╭─ Data section

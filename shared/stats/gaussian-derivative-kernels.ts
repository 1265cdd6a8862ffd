/** Discrete smoothing and differentiating kernels, index j + L for offset j ∈ [−L, L]. */
export interface DerivativeKernels {
  width: number;
  halfLength: number;
  /** Σ = 1: exact on constant and linear signals. */
  smoothing: Float64Array;
  /** Estimate of dx/dj: exact on polynomials up to degree 2. */
  first: Float64Array;
  /** Estimate of d²x/dj²: exact on polynomials up to degree 3. */
  second: Float64Array;
}

/**
 * Gaussian smoothing-differentiating kernels g(j) = exp(−j²/w²) truncated at
 * ±L frames, for position, velocity and acceleration estimates by
 * convolution: x̂(t) = Σ_j k(j) x(t + j).
 *
 * Method: "Experimental Lagrangian acceleration probability density function
 * measurement" (Mordant, Crawford & Bodenschatz, Physica D 193, 2004), with
 * the truncated kernels renormalised so that the velocity kernel j·g(j) is
 * exact for linear (indeed quadratic) signals and the acceleration kernel
 * (j² − β)·g(j) is exact for quadratic (indeed cubic) signals (derived:
 * moment conditions Σk = 0, Σk·j = 1, resp. Σk = 0, Σk·j² = 2). The form
 * exp(−j²/w²) follows the paper [memory].
 * Units: per frame and per frame² — divide by Δt and Δt². Invalid width or
 * L < 1: kernels of NaN.
 */
export function gaussianDerivativeKernels(width: number, halfLength: number): DerivativeKernels {
  const L = Math.floor(halfLength);
  const n = 2 * L + 1;
  const smoothing = new Float64Array(n);
  const first = new Float64Array(n);
  const second = new Float64Array(n);
  if (!(width > 0) || !(L >= 1)) {
    smoothing.fill(NaN);
    first.fill(NaN);
    second.fill(NaN);
    return { width, halfLength: L, smoothing, first, second };
  }
  const g = new Float64Array(n);
  let s0 = 0, s2 = 0;
  for (let j = -L; j <= L; j++) {
    g[j + L] = Math.exp(-(j * j) / (width * width));
    s0 += g[j + L];
    s2 += j * j * g[j + L];
  }
  const beta = s2 / s0;
  let d2 = 0;
  for (let j = -L; j <= L; j++) d2 += (j * j - beta) * j * j * g[j + L];
  for (let j = -L; j <= L; j++) {
    smoothing[j + L] = g[j + L] / s0;
    first[j + L] = (j * g[j + L]) / s2;
    second[j + L] = (2 * (j * j - beta) * g[j + L]) / d2;
  }
  return { width, halfLength: L, smoothing, first, second };
}
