import * as ss from 'simple-statistics';
import { describe, expect, it } from 'vitest';
import { createSeededRandom } from '../engine/seeded-random';
import { createMomentAccumulator } from './moment-accumulator';
import { moments, momentsFromAccumulator } from './moments';

describe('moments(values, valueof?)', () => {
  it('returns count 0 and NaN fields for empty input', () => {
    const m = moments([]);
    expect(m.count).toBe(0);
    expect(m.mean).toBeNaN();
    expect(m.variance).toBeNaN();
    expect(m.kurtosis).toBeNaN();
  });
  it('gives the value as mean and NaN variance for one value', () => {
    const m = moments([4.5]);
    expect(m.mean).toBe(4.5);
    expect(m.variance).toBeNaN();
  });
  it('skips NaN and infinities', () => {
    const m = moments([1, NaN, 3, Infinity, -Infinity]);
    expect(m.count).toBe(2);
    expect(m.mean).toBe(2);
    expect(m.variance).toBe(1);
  });
  it('reads through the accessor the same as plain values', () => {
    const rows = [{ u: 1 }, { u: 2 }, { u: 7 }, { u: -3 }];
    expect(moments(rows, (d) => d.u)).toEqual(moments(rows.map((d) => d.u)));
  });
  it('matches simple-statistics on random data (mean, variance, skewness, kurtosis)', () => {
    // Source: simple-statistics 7.12 (population variance, biased skewness, Σ(x−x̄)⁴/n / var²).
    const rnd = createSeededRandom(1);
    const x = Array.from({ length: 2000 }, () => Math.exp(rnd.normal()));
    const m = moments(x);
    expect(m.mean).toBeCloseTo(ss.mean(x), 12);
    expect(m.variance / ss.variance(x)).toBeCloseTo(1, 12);
    expect(m.skewness / ss.sampleSkewness(x, true)).toBeCloseTo(1, 10);
    const k = ss.sumNthPowerDeviations(x, 4) / x.length / ss.variance(x) ** 2;
    expect(m.kurtosis / k).toBeCloseTo(1, 10);
  });
  it('keeps precision for large values with small spread (no cancellation)', () => {
    // derived: variance of 1e9 + {0,1,2,3} is 1.25 exactly.
    const m = moments([1e9, 1e9 + 1, 1e9 + 2, 1e9 + 3]);
    expect(m.variance).toBeCloseTo(1.25, 9);
    expect(m.skewness).toBeCloseTo(0, 9);
  });
  it('gives kurtosis 3 and skewness 0 for Gaussian values', () => {
    // Source: Gaussian kurtosis 3 (SCIENCE.md); SE ≈ sqrt(24/n), sqrt(6/n) [common practice]; tolerance 4 SE.
    const rnd = createSeededRandom(7);
    const n = 20000;
    const m = moments(Float64Array.from({ length: n }, () => rnd.normal()));
    expect(Math.abs(m.kurtosis - 3)).toBeLessThan(4 * Math.sqrt(24 / n));
    expect(Math.abs(m.skewness)).toBeLessThan(4 * Math.sqrt(6 / n));
  });
  it('merges two accumulators to the same result as one pass', () => {
    // Source: Pébay (2008) pairwise merge; checked against a single pass.
    const rnd = createSeededRandom(3);
    const x = Array.from({ length: 999 }, () => rnd.normal() * 3 + 1);
    const a = createMomentAccumulator();
    const b = createMomentAccumulator();
    x.forEach((v, i) => (i < 400 ? a : b).add(v));
    a.merge(b);
    const one = moments(x);
    const merged = momentsFromAccumulator(a);
    expect(merged.mean).toBeCloseTo(one.mean, 12);
    expect(merged.variance).toBeCloseTo(one.variance, 10);
    expect(merged.skewness).toBeCloseTo(one.skewness, 10);
    expect(merged.kurtosis).toBeCloseTo(one.kurtosis, 10);
  });
});

describe('createMomentAccumulator().addBatch(values, count)', () => {
  it('gives the moments of adding the values one by one, skipping non-finite values', () => {
    // Source: derived (two-pass group moments merged by Pébay's formula equal the one-pass update); tolerance 1e-12 relative.
    const rnd = createSeededRandom(8);
    const one = createMomentAccumulator(), batch = createMomentAccumulator();
    for (let g = 0; g < 50; g++) {
      const vals = Float64Array.from({ length: 1 + (g % 7) * 20 }, () => 1e3 + rnd.normal() ** 3);
      vals[0] = g % 5 === 0 ? NaN : vals[0];
      for (const v of vals) one.add(v);
      batch.addBatch(vals, vals.length);
    }
    batch.addBatch([], 0);
    expect(batch.count).toBe(one.count);
    for (const k of ['mean', 'm2', 'm3', 'm4'] as const) expect(Math.abs(batch[k] / one[k] - 1)).toBeLessThan(1e-12);
  });
});
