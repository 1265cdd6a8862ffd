import type { DerivativeKernels } from './gaussian-derivative-kernels';

/**
 * Smoothed position, velocity and acceleration of one evenly sampled,
 * gap-free track by convolution with Gaussian kernels.
 *
 * Method: "Experimental Lagrangian acceleration probability density function
 * measurement" (Physica D 193, 2004); kernels from
 * {@link gaussianDerivativeKernels}. Units: the values' unit, per second and
 * per second² for `dt` in seconds. The first and last L samples, and any
 * sample whose window holds a non-finite value, get NaN (SCIENCE.md: L
 * frames are lost at each end; tracks shorter than 2L + 1 frames get none).
 * Empty input: empty arrays.
 */
export function smoothDifferentiate(
  values: ArrayLike<number>,
  dt: number,
  kernels: DerivativeKernels,
): { position: Float64Array; velocity: Float64Array; acceleration: Float64Array } {
  const n = values.length;
  const L = kernels.halfLength;
  const position = new Float64Array(n).fill(NaN);
  const velocity = new Float64Array(n).fill(NaN);
  const acceleration = new Float64Array(n).fill(NaN);
  for (let i = L; i < n - L; i++) {
    let p = 0, v = 0, a = 0;
    for (let j = -L; j <= L; j++) {
      const x = values[i + j];
      p += kernels.smoothing[j + L] * x;
      v += kernels.first[j + L] * x;
      a += kernels.second[j + L] * x;
    }
    if (!Number.isFinite(p + v + a)) continue;
    position[i] = p;
    velocity[i] = v / dt;
    acceleration[i] = a / (dt * dt);
  }
  return { position, velocity, acceleration };
}
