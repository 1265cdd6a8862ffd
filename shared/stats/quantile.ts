import type { Valueof } from './types';

/**
 * Sorted `Float64Array` copy of the finite values (the input is not mutated).
 */
export function sortedFinite<T = number>(values: ArrayLike<T>, valueof?: Valueof<T>): Float64Array {
  const n = values.length;
  const out = new Float64Array(n);
  let k = 0;
  for (let i = 0; i < n; i++) {
    const v = valueof ? valueof(values[i], i) : (values[i] as unknown as number);
    if (Number.isFinite(v)) out[k++] = v;
  }
  return out.subarray(0, k).sort();
}

/**
 * The p-quantile of `values` (0 ≤ p ≤ 1).
 *
 * Method: linear interpolation between order statistics at index (n−1)p,
 * type 7 of "Sample quantiles in statistical packages" (Hyndman & Fan, The
 * American Statistician 50, 1996), the default of R and NumPy.
 * Units: those of the values. Non-finite values are skipped; returns NaN for
 * no finite values or p outside [0, 1].
 */
export function quantile<T = number>(values: ArrayLike<T>, p: number, valueof?: Valueof<T>): number {
  return quantileSorted(sortedFinite(values, valueof), p);
}

/** Type-7 quantile of an already sorted array of finite numbers (see {@link quantile}). */
export function quantileSorted(sorted: ArrayLike<number>, p: number): number {
  const n = sorted.length;
  if (n === 0 || !(p >= 0 && p <= 1)) return NaN;
  const h = (n - 1) * p;
  const lo = Math.floor(h);
  const hi = Math.min(lo + 1, n - 1);
  return sorted[lo] + (h - lo) * (sorted[hi] - sorted[lo]);
}
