import type { Valueof } from './types';

/** A histogram over equal-width bins. */
export interface Histogram {
  /** bins + 1 edges, in the units of the values. */
  edges: Float64Array;
  counts: Float64Array;
  /**
   * Probability density per bin: counts / (in-range total × bin width), so
   * Σ density·width = 1 over the values inside [min, max].
   */
  density: Float64Array;
  /** Finite values below min or above max. */
  outside: number;
}

export interface HistogramOptions {
  min: number;
  max: number;
  bins: number;
}

/**
 * Equal-width histogram normalised to a probability density.
 *
 * Method: bin i holds min + i·w ≤ v < min + (i+1)·w with w = (max−min)/bins;
 * v = max falls in the last bin [common practice, as numpy.histogram].
 * Units: edges in the values' units, density in their inverse.
 * Non-finite values are skipped. Empty input (or no value in range): counts
 * zero and density all zeros. Invalid options (bins < 1, max ≤ min): empty
 * arrays.
 */
export function histogram<T = number>(values: ArrayLike<T>, options: HistogramOptions, valueof?: Valueof<T>): Histogram {
  const { min, max } = options;
  const bins = Math.floor(options.bins);
  if (!(bins >= 1) || !(max > min) || !Number.isFinite(min) || !Number.isFinite(max)) {
    return { edges: new Float64Array(0), counts: new Float64Array(0), density: new Float64Array(0), outside: 0 };
  }
  const width = (max - min) / bins;
  const edges = new Float64Array(bins + 1);
  for (let i = 0; i <= bins; i++) edges[i] = min + i * width;
  const counts = new Float64Array(bins);
  let outside = 0;
  let inside = 0;
  for (let i = 0; i < values.length; i++) {
    const v = valueof ? valueof(values[i], i) : (values[i] as unknown as number);
    if (!Number.isFinite(v)) continue;
    if (v < min || v > max) {
      outside++;
      continue;
    }
    const k = Math.min(bins - 1, Math.floor((v - min) / width));
    counts[k]++;
    inside++;
  }
  const density = new Float64Array(bins);
  if (inside > 0) for (let i = 0; i < bins; i++) density[i] = counts[i] / (inside * width);
  return { edges, counts, density, outside };
}
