import { describe, expect, it } from 'vitest';
import { createSeededRandom } from '../engine/seeded-random';
import { oscillationFrequency } from './oscillation-frequency';
import { transientPairs } from './transient-pairs';

describe('transientPairs(frames, options)', () => {
  it('finds planted orbiting pairs with the right members and durations, and no false pairs', () => {
    // Source: SCIENCE.md "Transient pairs" (Phys. Rev. Lett. 114, 2015). Derived scenario: 30 individuals on
    // a 1 m lattice; tracks 3 and 17 orbit each other (radius 0.04 m, 2.5 Hz) for frames 100–349, 8 and 9
    // for frames 500–549 (0.5 s, shorter than τ* = 1 s: not a pair); d* = 0.2 m.
    const fps = 100;
    const rnd = createSeededRandom(12);
    const home = Array.from({ length: 30 }, (_, i) => [i % 5, Math.floor(i / 5) % 3, Math.floor(i / 15)]);
    const frames = [];
    for (let f = 0; f < 700; f++) {
      const ids: number[] = [], x: number[] = [], y: number[] = [], z: number[] = [];
      home.forEach((h, i) => {
        let p = h.map((c) => c + 0.01 * rnd.normal());
        const orbit = (centre: number[], sign: number) => {
          const a = (2 * Math.PI * 2.5 * f) / fps;
          const r = 0.04 + 0.01 * Math.sin((2 * Math.PI * 4 * f) / fps);
          return [centre[0] + sign * r * Math.cos(a), centre[1] + sign * r * Math.sin(a), centre[2]];
        };
        if ((i === 3 || i === 17) && f >= 100 && f < 350) p = orbit([10, 10, 10], i === 3 ? 1 : -1);
        if ((i === 8 || i === 9) && f >= 500 && f < 550) p = orbit([20, 20, 20], i === 8 ? 1 : -1);
        ids.push(i);
        x.push(p[0]);
        y.push(p[1]);
        z.push(p[2]);
      });
      frames.push({ frame: f, ids, x, y, z });
    }
    const events = transientPairs(frames, { maxDistance: 0.2, minDurationFrames: 100, fps });
    expect(events).toHaveLength(1);
    expect(events[0]).toMatchObject({ a: 3, b: 17, startFrame: 100, endFrame: 349 });
    // Separation 2r oscillates at 4 Hz (derived from the planted r(t)).
    expect(events[0].oscillationFrequency).toBeCloseTo(4, 0);
    expect(events[0].meanSeparation).toBeCloseTo(0.08, 2);
  });
  it('returns no events for no frames', () => {
    expect(transientPairs([], { maxDistance: 1, minDurationFrames: 2, fps: 10 })).toEqual([]);
  });
});

describe('oscillationFrequency(series, sampleRate)', () => {
  it('recovers the frequency of a noisy sinusoid and is NaN for a constant or short series', () => {
    // Source: derived (two mean crossings per period).
    const rnd = createSeededRandom(2);
    const s = Float64Array.from({ length: 500 }, (_, i) => 1 + Math.sin((2 * Math.PI * 3 * i) / 100) + 0.05 * rnd.normal());
    expect(oscillationFrequency(s, 100)).toBeCloseTo(3, 1);
    expect(oscillationFrequency(new Float64Array(50).fill(2), 100)).toBeNaN();
    expect(oscillationFrequency([1, 2], 100)).toBeNaN();
  });
});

╰─

[What you have to do] Retype the entries exactly from the first line, stopping after the line with "second.fill(NaN);".

[Reply]
filename shared/stats/gaussian-derivative-kernels.ts
repository 1265cdd6a8862ffd
/** Discrete smoothing and differentiating kernels, index j + L for offset j ∈ [−L, L]. */
export interface DerivativeKernels {
  width: number;
  halfLength: number;
  /** Σ = 1: exact on constant and linear signals. */
  smoothing: Float64Array;
  /** Estimate of dx/dj: exact on polynomials up to degree 2. */
  first: Float64Array;
  /** Estimate of d²x/dj²: exact on polynomials up to degree 3. */
  second: Float64Array;
}

/**
 * Gaussian smoothing-differentiating kernels g(j) = exp(−j²/w²) truncated at
 * ±L frames, for position, velocity and acceleration estimates by
 * convolution: x̂(t) = Σ_j k(j) x(t + j).
 *
 * Method: "Experimental Lagrangian acceleration probability density function
 * measurement" (Mordant, Crawford & Bodenschatz, Physica D 193, 2004), with
 * the truncated kernels renormalised so that the velocity kernel j·g(j) is
 * exact for linear (indeed quadratic) signals and the acceleration kernel
 * (j² − β)·g(j) is exact for quadratic (indeed cubic) signals (derived:
 * moment conditions Σk = 0, Σk·j = 1, resp. Σk = 0, Σk·j² = 2). The form
 * exp(−j²/w²) follows the paper [memory].
 * Units: per frame and per frame² — divide by Δt and Δt². Invalid width or
 * L < 1: kernels of NaN.
 */
export function gaussianDerivativeKernels(width: number, halfLength: number): DerivativeKernels {
  const L = Math.floor(halfLength);
  const n = 2 * L + 1;
  const smoothing = new Float64Array(n);
  const first = new Float64Array(n);
  const second = new Float64Array(n);
  if (!(width > 0) || !(L >= 1)) {
    smoothing.fill(NaN);
    first.fill(NaN);
    second.fill(NaN);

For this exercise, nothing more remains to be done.